Device Admin deprecation

Google announced the deprecation of the Device Admin (DA) mode of operation. Google completes the transition to Android Enterprise (AE) that uses a modern framework and offers enhanced security. AE also offers advanced device management options, and multiple deployment options (Work profile, Work Profile on Company Owned, Device Owner, Corporate Owned, Single Use).

To support the transition to Android Enterprise, Google announced the deprecation of the Device Admin for the enterprise effective with the Android 10Q release.
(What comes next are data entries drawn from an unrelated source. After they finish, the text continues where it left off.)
# ----------------------------------------------------------------------------- geometry
class Head:
    """Electrode positions and the smooth topographies the generator uses.

    Parameters
    ----------
    names : list of str
        EEG channel names (10-05).
    """

    #: Length of the exponential distance kernel of the background, m.
    KERNEL_LENGTH_M = 0.04

    def __init__(self, names):
        self.names = list(names)
        self.all_positions = _positions(template_montage())
        self.pos = np.array([self.all_positions[n] for n in self.names])

    def bump(self, centre, width):
        """Gaussian of the distance to a montage point (or a position), peak 1."""
        centre = self.all_positions[centre] if isinstance(centre, str) else np.asarray(centre)
        distance = np.linalg.norm(self.pos - centre, axis=1)
        return np.exp(-0.5 * (distance / width) ** 2)

    def auditory(self):
        """Fronto-central topography that inverts at the mastoids (peak 1 near FCz)."""
        topo = self.bump("FCz", 0.05) - 0.5 * (self.bump("TP9", 0.035) + self.bump("TP10", 0.035))
        return topo / topo.max()

    def p3a(self):
        """Central topography of the P3a (peak 1 near Cz)."""
        return self.bump("Cz", 0.055)

    def alpha(self):
        """Two posterior topographies (left and right parieto-occipital), shape (2, n)."""
        return np.vstack([self.bump("PO3", 0.045), self.bump("PO4", 0.045)])

    def eye_weights(self):
        """Spread of blink (vertical) and horizontal eye potentials over the electrodes.

        Returns
        -------
        vertical : ndarray, shape (n,)
            Share of the VEOG blink amplitude at each electrode (about 0.8 at Fp1/Fp2,
            falling off over a few centimetres).
        horizontal : ndarray, shape (n,)
            Share of the HEOG step (positive on the right, negative on the left).
        """
        eyes = [np.array([-0.032, 0.09, -0.035]), np.array([0.032, 0.09, -0.035])]
        distance = np.min([np.linalg.norm(self.pos - e, axis=1) for e in eyes], axis=0)
        vertical = 1.4 * np.exp(-distance / 0.03)
        left, right = np.array([-0.065, 0.07, -0.04]), np.array([0.065, 0.07, -0.04])
        horizontal = 0.5 * (np.exp(-np.linalg.norm(self.pos - right, axis=1) / 0.03)
                            - np.exp(-np.linalg.norm(self.pos - left, axis=1) / 0.03))
        return vertical, horizontal

    def mixing(self):
        """Lower Cholesky factor of the background covariance, exp(-distance / length)."""
        distance = np.linalg.norm(self.pos[:, None] - self.pos[None], axis=2)
        cov = np.exp(-distance / self.KERNEL_LENGTH_M) + 1e-6 * np.eye(len(self.names))
        return np.linalg.cholesky(cov)


# ----------------------------------------------------------------------------- background
#: Poles and zeros (Hz) of the 1/f-like filter: one pole and one zero per decade make the
#: power fall by 10 dB per decade (1/f) from 0.3 Hz to 95 Hz; flat outside.
_PINK_POLES_HZ = (0.3, 3.0, 30.0)
_PINK_ZEROS_HZ = (0.95, 9.5, 95.0)
#: Broadband RMS (V) of the background at every electrode, of the independent sensor
#: noise, and of the EOG channels' own noise.
BACKGROUND_V = 10e-6
SENSOR_NOISE_V = 1.5e-6
EOG_NOISE_V = 4e-6
#: Alpha: centre frequency (Hz), band of the narrowband source, RMS at the topography's
#: peak with eyes closed (V), and the share left with eyes open (amplitude).
ALPHA_HZ = 10.0
ALPHA_BAND_HZ = (9.0, 11.0)
ALPHA_CLOSED_V = 12e-6
ALPHA_OPEN_SHARE = 0.4
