def compare_features(heschl_rows, script):
    """Every heschl feature row against the script's value of the same name.

    Parameters
    ----------
    heschl_rows : list of dict
        Rows of heschl's group/features.tsv for the participant (``paradigm``,
        ``feature``, ``kind``, ``unit``, ``value``, ``se``).
    script : dict
        ``{paradigm: {feature name: value}}`` from handwritten.py.

    Returns
    -------
    list of dict
        One per heschl row (and per script feature heschl lacks): the values, the
        difference, the allowance and a verdict ``agrees``, ``DIFFERS``, ``not judged`` or
        ``not computed``.
    """
    out = []
    for row in heschl_rows:
        mine = script.get(row["paradigm"], {}).get(row["feature"])
        entry = dict(row, script=mine, difference=None, allowed=None)
        if row["kind"] in NOT_JUDGED or mine is None:
            entry["verdict"] = "not judged" if mine is not None else "not computed"
            entry["why"] = NOT_JUDGED.get(row["kind"], "the script has no feature of this name")
        else:
            absolute, relative, n_se, why = TOLERANCES[row["kind"]]
            se = row["se"] if math.isfinite(row["se"]) else 0.0
            entry["allowed"] = max(absolute, relative * abs(row["value"]), n_se * se)
            entry["difference"] = mine - row["value"]
            ok = math.isfinite(entry["difference"]) and abs(entry["difference"]) <= entry["allowed"]
            entry["verdict"], entry["why"] = ("agrees" if ok else "DIFFERS"), why
        out.append(entry)
    known = {(r["paradigm"], r["feature"]) for r in heschl_rows}
    for paradigm, features in script.items():
        for name, value in features.items():
            if (paradigm, name) not in known:
                out.append({"paradigm": paradigm, "feature": name, "kind": "", "unit": "", "value": float("nan"),
                            "se": float("nan"), "script": value, "difference": None, "allowed": None,
                            "verdict": "no heschl row", "why": "heschl wrote no feature of this name"})
    return out


def heschl_features(output, participant):
    """The participant's rows of heschl's group/features.tsv as plain dicts."""
    import pandas as pd

    table = pd.read_csv(Path(output) / "group" / "features.tsv", sep="\t")
    table = table[table["participant_id"] == participant]
    return [{"paradigm": r.paradigm, "feature": r.feature, "kind": r.kind, "unit": r.unit,
             "value": float(r.value), "se": float(r.se), "n_trials": r.n_trials, "flags": r.flags}
            for r in table.itertuples()]


# ----------------------------------------------------------------------------- printing
def _show(value, digits=4):
    if value is None or (isinstance(value, float) and not math.isfinite(value)):
        return "-"
    return f"{value:.{digits}g}"


def print_table(header, rows):
    """A plain fixed-width table."""
    widths = [max(len(str(x)) for x in column) for column in zip(header, *rows)]
    for line in [header, ["-" * w for w in widths]] + rows:
        print("  ".join(str(x).ljust(w) for x, w in zip(line, widths)))


def print_trials(output, script):
    """Kept trials per condition in heschl (its qc.json) and in the script."""
    print("\nKept trials of planned (heschl; script)")
    for paradigm in PARADIGMS:
        path = next(Path(output).glob(f"sub-F01/*/sub-F01_task-{paradigm}_qc.json"))
        qc = json.loads(path.read_text(encoding="utf-8"))
        mine = script[paradigm]
        print(f"  {paradigm:<11} " + ", ".join(
            f"{c} {t['kept']} of {t['planned']}; {mine['n_trials'].get(c)} of {mine['planned'].get(c)}"
            for c, t in qc["trials"].items()))


def print_tolerances():
    """The tolerances and why, as the comparison applies them."""
    print("\nTolerances: |heschl - script| <= max(absolute, relative x |heschl|, k x heschl's se)")
    rows = [[kind, _show(a), f"{r:.0%}" if r else "-", _show(k), why] for kind, (a, r, k, why) in TOLERANCES.items()]
    rows += [[kind, "-", "-", "-", "not judged: " + why] for kind, why in NOT_JUDGED.items()]
    print_table(["kind", "absolute", "relative", "k x se", "why"], rows)


def print_features(entries):
    """The feature comparison, one row per feature."""
    rows = [[e["paradigm"], e["feature"], e["unit"], _show(e["value"]), _show(e["se"], 2), _show(e["script"]),
             _show(e["difference"], 2), _show(e["allowed"], 2), e["verdict"]] for e in entries]
    print_table(["paradigm", "feature", "unit", "heschl", "se", "script", "difference", "allowed", "verdict"], rows)
    counts = {v: sum(e["verdict"] == v for e in entries) for v in dict.fromkeys(e["verdict"] for e in entries)}
    print("Features: " + ", ".join(f"{n} {v}" for v, n in counts.items()))


# ----------------------------------------------------------------------------- comparison mode
def comparison(args, folder, logs):
    """Modes (a)-(e): write, floor, alternate the two pipelines, ratios, features."""
    study = fullsize.write_study(folder, scale=args.minutes_scale, channels=args.channels,
                                 oddball_minutes=args.oddball_minutes)
    recordings = json.loads((folder / "truth.json").read_text(encoding="utf-8"))["recordings"]["sub-F01"]
    files = {p: recordings[p]["file"] for p in PARADIGMS}
    largest = max(recordings[p]["n_channels"] * recordings[p]["n_samples"] * 8 for p in PARADIGMS)
    print(f"Wrote {study} ({args.channels} EEG channels; "
          + ", ".join(f"{p} {recordings[p]['duration_s'] / 60:.1f} min" for p in PARADIGMS) + ")")
    check_study(study, logs)
    rounds = {"handwritten": [], "heschl": []}
    floors = []
    for number in range(args.rounds):
        # The floor in every round too: its reading time depends on the page cache as
        # much as the two pipelines' do, so it is measured beside them, not once.
        floors.append(run_floor(folder, files, logs))
        order = ("handwritten", "heschl") if number % 2 == 0 else ("heschl", "handwritten")
        for which in order:
            label = f"{which}-round{number + 1}"
            result = (run_handwritten(folder, logs, label) if which == "handwritten"
                      else run_heschl(study, 1, logs, label))
            rounds[which].append(result)
            print(f"round {number + 1} ({'AB'[number % 2]}): {which} {result['wall_s']:.1f} s, "
                  f"{result['peak_mib']:.0f} MiB")
    floor = _median_floor(floors)
    summary = summarise_times(floor, rounds, largest)
    print_times(summary, args.rounds)
    entries = compare_features(heschl_features(folder / "derivatives" / "heschl", "sub-F01"),
                               {p: r["features"] for p, r in rounds["handwritten"][-1]["paradigms"].items()})
    print_trials(folder / "derivatives" / "heschl", rounds["handwritten"][-1]["paradigms"])
    print_tolerances()
    print()
    print_features(entries)
    summary["features"] = entries
    summary["identical_across_rounds"] = {
        "heschl": len({r["features_text"] for r in rounds["heschl"]}) == 1,
        "handwritten": all(len({json.dumps(r["paradigms"][p]["features"], sort_keys=True)
                                for r in rounds["handwritten"]}) == 1 for p in PARADIGMS)}
    print("Feature values identical in every round: " + ", ".join(
        f"{k} {'yes' if v else 'NO'}" for k, v in summary["identical_across_rounds"].items()))
    return summary, any(e["verdict"] == "DIFFERS" for e in entries)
How Device Admin deprecation affects IBM MaaS360

Security policies

The following policies are deprecated in Android 10.
  • Passcode policies: Minimum Passcode Quality, Minimum Passcode Length, and Minimum Passcode Age (In Days)
  • Restrictions: Camera
  • Security: Disable Keyguard Features
  • Device Management: Disable Device Management Actions
  • Wifi: The ability to detect a configured wifi profile is no longer available. Example: The same wifi profiles are configured the same number of times.
  • Application Compliance: Configure Restricted Applications and Configure Restricted Applications by App Permissions
  • All OEM-specific policies for LG, Kyocera, M3, Panasonic, Bluebird do not work. Samsung and Zebra-specific policies continue to work.

Other device and reporting impacts

  • Factory wifi MAC address, Platform Serial Number, and IMEI are no longer reported on Device Admin-enrolled devices.
  • Google deprecates Android Beam (NFC) support. This deprecation impacts NFC-based Device Owner enrollments for Android 10+ devices.
  • The Buzz and Send message actions are now notifications, instead of a forced action. The Buzz action times out after 3 minutes if the user does not accept the action.
  • Background app restrictions are imposed on Android 10 devices. Some apps do not function in the background in the same way that they functioned previously.
  • The Security policies on Apps workflow such as Enforce authentication and compliance are not supported.
  • The App compliance policy to block the app from use is not supported.
  • The Instant Install action works on Samsung and Zebra devices only. This action does not work on other OEM devices.

Device enrollment

  • Android 10+ enrollments into the Device Admin are not allowed for new customers effective from IBM® MaaS360® 10.81 release (12 March 2021).
  • From Android version 14 and later, IBM MaaS360 discontinues support for Device Admin enrollments. For more information, see Release Notes for 10.90.
  • Existing customers who enrolled after the IBM MaaS360 10.80 release can use Device Admin if they enable and configure Android Enterprise. If Android Enterprise is not configured, IBM MaaS360 does the following.
    • Hides the Device Admin enrollment options.
    • Displays banners on the IBM MaaS360 Portal home page, Add Device window, and Directory and Enrollment settings page to inform administrators about the pending Android Enterprise configuration.
    • Blocks Device Admin enrollments on user devices.
    • Displays a message for the Device Admin deprecation notification on the following IBM MaaS360 Portal pages:
      • Device > Enrollments > Other Enrollment Options > Android Configurator (Device Admin).
      • Device > Enrollments > Other Enrollment Options > Samsung Knox Mobile Enrollment.

Moving to Android Enterprise

Device Admin is no longer supported on Android 10+ devices. Existing customers who were using Device Admin must move to Android Enterprise.

Migrating to the Work Profile

Customers on the BYOD program can use the migration option in the IBM MaaS360 Portal to move to Android Enterprise Profile Owner (PO) mode. For a procedure on Device Admin to Profile Owner migration, see Migrating from Device Admin (DA) to the Work Profile.

Migrating to Device Owner and to Work Profile on Corporate Owned devices

Customers who want to move to Device Owner (DO) or Work Profile on Corporate Owned (WPCO) device modes must reset their devices to the original factory settings.